Generalizing Constraint Models in Constraint Acquisition
Dimos Tsouros, Senne Berden, Steven Prestwich, Tias Guns
TL;DR
This paper tackles the limitation of Constraint Acquisition (CA) methods that learn ground constraints for a single problem instance by introducing GenCon, a framework for generalizing to parameterized constraint models. GenCon learns constraint-level classifiers over a parameterized feature representation of constraints, enabling the extraction of interpretable constraint specifications (CSs) when possible and providing a generate-and-test alternative for non-interpretable classifiers. The approach is validated on multiple CA benchmarks (Sudoku, Golomb, Exam Timetabling, Nurse Rostering) under both clean and noisy conditions, showing high precision and recall and robustness to up to 20% noise; it outperforms or matches existing generalization approaches in several settings. The work demonstrates that ML-based generalization of constraint models can make CA more robust and scalable across varying problem instances, with practical implications for more reusable CP models and interactive constraint learning.
Abstract
Constraint Acquisition (CA) aims to widen the use of constraint programming by assisting users in the modeling process. However, most CA methods suffer from a significant drawback: they learn a single set of individual constraints for a specific problem instance, but cannot generalize these constraints to the parameterized constraint specifications of the problem. In this paper, we address this limitation by proposing GenCon, a novel approach to learn parameterized constraint models capable of modeling varying instances of the same problem. To achieve this generalization, we make use of statistical learning techniques at the level of individual constraints. Specifically, we propose to train a classifier to predict, for any possible constraint and parameterization, whether the constraint belongs to the problem.
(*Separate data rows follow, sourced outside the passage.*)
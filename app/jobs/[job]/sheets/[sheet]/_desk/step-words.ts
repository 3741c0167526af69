import type { Draft } from '@/lib/model/draft';
import { supportRows } from '@/lib/model/support-rows';
import type { DeskStepKey } from './desk-step';

const counted = (n: number, one: string) => `${n} ${one}${n === 1 ? '' : 's'}`;

/** What a complete step holds, in a few words under its name: "3 cases, 7 loads". */
export function stepWords(draft: Draft, step: DeskStepKey): string {
  const g = draft.geometry;
  switch (step) {
    case 'geometry':
      if (g.shape === 'beam') return counted(g.spans.length, 'span');
      if (g.shape === 'frame')
        return `${counted(g.joints.length, 'joint')}, ${counted(g.members.length, 'member')}`;
      return 'complete';
    case 'supports':
      return counted(supportRows(draft).filter((r) => r.support.kind !== 'free').length, 'support');
    case 'loads': {
      const loads = draft.cases.reduce((n, c) => n + c.loads.length, 0);
      return `${counted(draft.cases.length, 'case')}, ${counted(loads, 'load')}`;
    }
    case 'combinations': {
      const own = draft.combinations.length;
      if (draft.combinationSet === '') return own === 0 ? 'none asked for' : `${own} of your own`;
      return own === 0 ? 'published set' : `published set, ${own} own`;
    }
    default:
      return 'complete';
  }
}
We then show how, for some classes of classifiers, we can extract decision rules to construct interpretable constraint specifications. This enables the generation of ground constraints for any parameter instantiation. Additionally, we present a generate-and-test approach that can be used with any classifier, to generate the ground constraints on the fly. Our empirical results demonstrate that our approach achieves high accuracy and is robust to noise in the input instances.